The players are given the scenario and choose what to try. A skill check is assigned and the player has the option to select easy, normal, or hard. Succeding at a hard check nets two successes. Failing an easy check nets two failures.

So my question to all y'all intelligent folks out there, what sorts of skill attempts do you think are valid, what should x number of successes provide the group, and what should x number of failures cause?

[sblock]
The obvious first is Knowledge: Nobility that can be used to determine which nobles support which faction

If the Rogue is there, Gather Info will be used but the options are pretty open on this depending on what sort of questions he asks.

With 6 players and 2 hours in game before curfew is called I plan on having up to 12 skill checks involved. 

As the group is 6th level, I plan on setting the DCs at:
Easy - 12
Normal - 16
Hard - 20
{thats 50% chance for a normal check at max cross class skill... does this look right?}
[/sblock]

Thanks in advance for the help. I hope to be able to turn this encounter into a good 'different' start to the session.


----------



## sirwmholder (Mar 10, 2008)

Wow, very cool idea...
[sblock]Though I'm not sold on the Players having the choice or an easy, normal or hard check... I seem to recall a 5 was the DC for an easy skill check in the DMG... even untrained.  I would probably set the normal DC as 15.  Success by 10 or more equals 2 successes and failure by 10 or more nets 2 failures.  Whichever side reaches the goal first determines the outcome.  You don't even have to balance the sides... for instance 10 successes would make the noble trust the PC's enough to reveal anything he may know... whereas 5 failures either offends him or gives him enough cause to walk away.  Give an obitrary +2 for good roleplaying and the heroes should still come out on top.
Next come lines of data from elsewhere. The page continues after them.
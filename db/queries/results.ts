import { sql } from "kysely";
import type { ResultStatus, Executor } from "../schema";

export type ResultKind = "full" | "monteCarlo";

const resultColumns = [
  "id",
  "scenario_id as scenarioId",
  "engine_version as engineVersion",
  "inputs_hash as inputsHash",
  "kind",
  "status",
  "progress",
  "result",
  "error",
  "created_at as createdAt",
  "started_at as startedAt",
  "heartbeat_at as heartbeatAt",
  "finished_at as finishedAt",
  "attempts",
] as const;

export type ResultRow = NonNullable<Awaited<ReturnType<typeof findResult>>>;

export async function findResult(db: Executor, scenarioId: string, engineVersion: string, inputsHash: string, kind: ResultKind) {
  return db
    .selectFrom("scenario_results")
    .select(resultColumns)
    .where("scenario_id", "=", scenarioId)
    .where("engine_version", "=", engineVersion)
    .where("inputs_hash", "=", inputsHash)
    .where("kind", "=", kind)
    .executeTakeFirst();
}

/** The newest row of a kind for a scenario, whatever its key (for the project list's headline). */
export async function latestResultsOfKind(db: Executor, scenarioIds: string[], kind: ResultKind) {
  if (scenarioIds.length === 0) return [];
  return db
    .selectFrom("scenario_results")
    .select(resultColumns)
    .distinctOn("scenario_id")
    .where("scenario_id", "in", scenarioIds)
    .where("kind", "=", kind)
    .where("status", "=", "done")
    .orderBy("scenario_id")
    .orderBy("finished_at", "desc")
    .execute();
}

/** Store a finished result under its key (a recompute of the same key replaces the old row). */
export async function upsertDoneResult(
  db: Executor,
  r: { scenarioId: string; engineVersion: string; inputsHash: string; kind: ResultKind; result: unknown },
) {
  return db
    .insertInto("scenario_results")
    .values({
      scenario_id: r.scenarioId,
      engine_version: r.engineVersion,
      inputs_hash: r.inputsHash,
      kind: r.kind,
      status: "done",
      progress: 1,
      result: JSON.stringify(r.result),
      finished_at: sql`now()`,
    })
    .onConflict((oc) =>
      oc.constraint("scenario_results_key").doUpdateSet({
        status: "done",
        progress: 1,
        result: JSON.stringify(r.result),
        error: null,
        finished_at: sql`now()`,
      }),
    )
    .returning(["id"])
    .executeTakeFirstOrThrow();
}

/**
 * Queue a job for this key. An existing queued/running/done row is left as it is (the work is under
 * way or done); a failed one is queued again. Returns the row as it stands after the call.
 */
export async function enqueueJob(db: Executor, j: { scenarioId: string; engineVersion: string; inputsHash: string; kind: ResultKind }) {
  await db
    .insertInto("scenario_results")
    .values({ scenario_id: j.scenarioId, engine_version: j.engineVersion, inputs_hash: j.inputsHash, kind: j.kind, status: "queued" })
    .onConflict((oc) =>
      oc
        .constraint("scenario_results_key")
        .doUpdateSet({ status: "queued", progress: 0, error: null, result: null, finished_at: null, started_at: null, heartbeat_at: null })
        .where("scenario_results.status", "=", "failed"),
    )
    .execute();
  return findResult(db, j.scenarioId, j.engineVersion, j.inputsHash, j.kind);
}

/** Claim the oldest queued job (SKIP LOCKED: two workers never take the same row). */
export async function claimNextJob(db: Executor, kind: ResultKind) {
  const row = await sql<{ id: string }>`
    update scenario_results set status = 'running', started_at = now(), heartbeat_at = now(), attempts = attempts + 1, progress = 0
    where id = (
      select id from scenario_results where status = 'queued' and kind = ${kind}
      order by created_at for update skip locked limit 1
    )
    returning id`.execute(db);
  const id = row.rows[0]?.id;
  if (!id) return undefined;
  return db.selectFrom("scenario_results").select(resultColumns).where("id", "=", id).executeTakeFirst();
}

export async function reportJobProgress(db: Executor, id: string, progress: number) {
  await db
    .updateTable("scenario_results")
    .set({ progress: Math.max(0, Math.min(1, progress)), heartbeat_at: sql`now()` })
    .where("id", "=", id)
    .where("status", "=", "running")
    .execute();
}

export async function finishJob(db: Executor, id: string, outcome: { status: Extract<ResultStatus, "done" | "failed">; result?: unknown; error?: string }) {
  await db
    .updateTable("scenario_results")
    .set({
      status: outcome.status,
      progress: outcome.status === "done" ? 1 : sql`progress`,
      result: outcome.result === undefined ? null : JSON.stringify(outcome.result),
      error: outcome.error ?? null,
      finished_at: sql`now()`,
    })
    .where("id", "=", id)
    .execute();
}

/**
 * Re-queue 'running' rows whose worker stopped reporting (a restarted server, a crash) for longer than
 * `staleMinutes`; after `maxAttempts` tries such a row is marked failed instead. Returns how many were re-queued.
 */
export async function requeueStaleJobs(db: Executor, staleMinutes: number, maxAttempts = 3) {
  await db
    .updateTable("scenario_results")
    .set({ status: "failed", error: "The run stopped responding several times; start it again.", finished_at: sql`now()` })
    .where("status", "=", "running")
    .where(sql<boolean>`coalesce(heartbeat_at, started_at, created_at) < now() - make_interval(mins => ${staleMinutes})`)
    .where("attempts", ">=", maxAttempts)
    .execute();
  const r = await db
    .updateTable("scenario_results")
    .set({ status: "queued", progress: 0, started_at: null, heartbeat_at: null })
    .where("status", "=", "running")
    .where(sql<boolean>`coalesce(heartbeat_at, started_at, created_at) < now() - make_interval(mins => ${staleMinutes})`)
    .executeTakeFirst();
  return Number(r.numUpdatedRows);
}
Since I haven't made it to that adventure yet... I can't help you with what skill checks to use.  Though I tend to treat Gather Information & Knowledge checks as small talk... Diplomacy & Intimidate as more detailed information.  As always a Sense Motive to counter a Bluff check though NPC's would rather say nothing than lie to Mercenaries... bad things tend to happen otherwise.[/sblock]Hope this helps more than hinders,
William Holder

EDIT: Added to advice


----------



## Primitive Screwhead (Mar 10, 2008)

Preciate the post 

 Since you haven't made it to that point yet, I will be sure to post up an after-action so you know how it went!


----------



## Primitive Screwhead (Mar 24, 2008)

The game went well last Friday, and my 'beer and pretzal's group was a bit surprised to have an entire session without a battlemap 

I ended up only giving a short description of how the challenge worked and a couple examples of what actions might be available. Then I let the players run with it...starting with the ones I know have more experience at off-the-cuff roleplaying.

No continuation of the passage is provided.